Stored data
Content starts
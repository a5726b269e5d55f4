"""Events become phase boundaries by the rule of docs/outputs.md §5.4: a session on an event's day
belongs to
the phase before it (imaging precedes treatment that day), also when the session has a time."""
from __future__ import annotations

import pandas as pd
import pytest

from pipeline.inputs.manifest import parse_when
from pipeline.run.stages import read_events
from pipeline.growth.phases import assign_phases


def test_session_with_a_time_on_a_date_only_event_day_is_before_it(tmp_path):
    # Reference: docs/outputs.md §5.4, "A session on an event's day belongs to the phase before it".
    origin = parse_when("2024-01-01T15:00:00", "date")
    days = [parse_when(t, "date") - origin for t in
            ("2024-01-01T15:00:00", "2024-02-01T09:00:00", "2024-03-01T10:00:00",
             "2024-03-02T08:00:00", "2024-04-01T08:00:00")]
    (tmp_path / "e.tsv").write_text("subject\tdate\tevent\nS\t2024-03-01\tradiosurgery\n")
    events, errors = read_events(tmp_path / "e.tsv", {"S": origin}, {"S"})
    assert errors == []
    longitudinal = pd.DataFrame({"subject": "S", "lesion": 1, "session": list("12345"),
                                 "day": days, "volume_mm3": [100.0, 150, 220, 200, 260],
                                 "status": "present", "components": 1, "merged_into": "",
                                 "merged_from": "", "group": ""})
    phased = assign_phases(longitudinal, events)
    assert phased.phase.tolist() == ["untreated"] * 3 + ["after-radiosurgery"] * 2
    assert events.day_given.iloc[0] == round(parse_when("2024-03-01", "date") - origin, 6)


def _events_file(tmp_path, text):
    path = tmp_path / "events.tsv"
    path.write_text(text)
    return path


def test_event_day_with_a_dated_manifest_counts_from_the_first_session(tmp_path):
    # Reference: README (Inputs): an events `day` counts the days since the subject's first
    # session when the manifest gives dates.
    origin = parse_when("2024-01-15", "date")
    path = _events_file(tmp_path, "subject\tday\tevent\nS\t100\tradiosurgery\n")
    events, errors = read_events(path, {"S": origin}, {"S"}, manifest_kind="date")
    assert errors == [] and events.day_given.tolist() == [100.0]
    longitudinal = pd.DataFrame({"subject": "S", "lesion": 1, "session": list("abcd"),
                                 "day": [0.0, 60, 120, 160], "volume_mm3": [100.0, 150, 90, 120],
                                 "status": "present"})
    phases = assign_phases(longitudinal, events).phase.tolist()
    assert phases == ["untreated"] * 2 + ["after-radiosurgery"] * 2


def test_event_day_with_a_day_manifest_uses_the_manifest_reference(tmp_path):
    # Reference: README (Inputs): a `day` uses the same reference as the manifest's `day`
    # column; the subject's first session is on manifest day 400 (its day 0).
    path = _events_file(tmp_path, "subject\tday\tevent\nS\t460\tsurgery\n")
    events, errors = read_events(path, {"S": 400.0}, {"S"}, manifest_kind="day")
    assert errors == [] and events.day_given.tolist() == [60.0]


def test_event_dates_with_a_day_manifest_are_refused_in_one_line(tmp_path):
    # Reference: README (Inputs): manifest days come "from any reference", so a calendar date
    # has no place among them.
    path = _events_file(tmp_path, "subject\tdate\tevent\nS\t2024-03-01\tsurgery\n"
                                  "S\t2024-05-01\tradiosurgery\n")
    events, errors = read_events(path, {"S": 0.0}, {"S"}, manifest_kind="day")
    assert len(events) == 0 and len(errors) == 1
    assert errors[0]["stage"] == "events" and "\n" not in errors[0]["reason"]
    assert "events.tsv" in errors[0]["reason"] and "manifest gives days" in errors[0]["reason"]


def test_event_far_outside_the_follow_up_is_warned_about(tmp_path):
    path = _events_file(tmp_path, "subject\tday\tevent\nS\t5000\tsurgery\nS\t200\tchemo\n")
    warnings: list[str] = []
    events, errors = read_events(path, {"S": 0.0}, {"S"}, manifest_kind="date",
                                 follow_up={"S": (0.0, 160.0)}, warnings=warnings)
    assert errors == [] and len(events) == 2
    assert len(warnings) == 1 and "row 2" in warnings[0] and "5000" in warnings[0]


@pytest.mark.parametrize("text, ok", [("1e308", False), ("-2000000", False), ("999999", True),
                                      ("36500", True)])
def test_absurd_days_are_refused_with_the_bound(text, ok):
    # Reference: common practice; the bound is stated in the message (1,000,000 days).
    if ok:
        assert parse_when(text, "day") == float(text)
    else:
        with pytest.raises(ValueError, match="beyond \\+-1000000 days"):
            parse_when(text, "day")


def test_run_places_day_events_of_a_dated_manifest_and_refuses_dates_with_days(tmp_path):
    # Reference: README (Inputs, Exit status): day events with a dated manifest count from the
    # first session; the refused events file is one errors.tsv row and exit status 1.
    import datetime

    from cohort import make_cohort
    from pipeline.cli import main
    from pipeline.io.tsv import read_table

    make_cohort(tmp_path / "in")
    lines = (tmp_path / "in" / "manifest.tsv").read_text().splitlines()
    dated = ["subject\tsession\tmask\tdate"] + [
        "\t".join(row[:3] + [str(datetime.date(2024, 1, 1) + datetime.timedelta(int(row[3])))])
        for row in (line.split("\t") for line in lines[1:])]
    (tmp_path / "in" / "dated.tsv").write_text("\n".join(dated) + "\n")
    by_day = _events_file(tmp_path, "subject\tday\tevent\nA\t100\tradiosurgery\n")
    assert main(["run", str(tmp_path / "in" / "dated.tsv"), "-o", str(tmp_path / "o1"),
                 "--events", str(by_day), "-q"]) == 1        # B's missing mask only
    assert read_table(tmp_path / "o1" / "events.tsv").day.tolist() == [100.0]
    fits = read_table(tmp_path / "o1" / "fits.tsv")
    assert set(fits[fits.subject == "A"].phase) == {"untreated", "after-radiosurgery"}
    (tmp_path / "by_date.tsv").write_text("subject\tdate\tevent\nA\t2024-04-10\tsurgery\n")
    assert main(["run", str(tmp_path / "in" / "manifest.tsv"), "-o", str(tmp_path / "o2"),
                 "--events", str(tmp_path / "by_date.tsv"), "-q"]) == 1
    errors = read_table(tmp_path / "o2" / "errors.tsv")
    assert errors.stage.tolist().count("events") == 1
    assert set(read_table(tmp_path / "o2" / "fits.tsv").phase) == {"untreated"}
Content ends
> **Work item**
Which lines of the data include the word "docs"? Copy each one.

> **Answer to this exercise**
"""Events become phase boundaries by the rule of docs/outputs.md §5.4: a session on an event's day
    # Reference: docs/outputs.md §5.4, "A session on an event's day belongs to the phase before it".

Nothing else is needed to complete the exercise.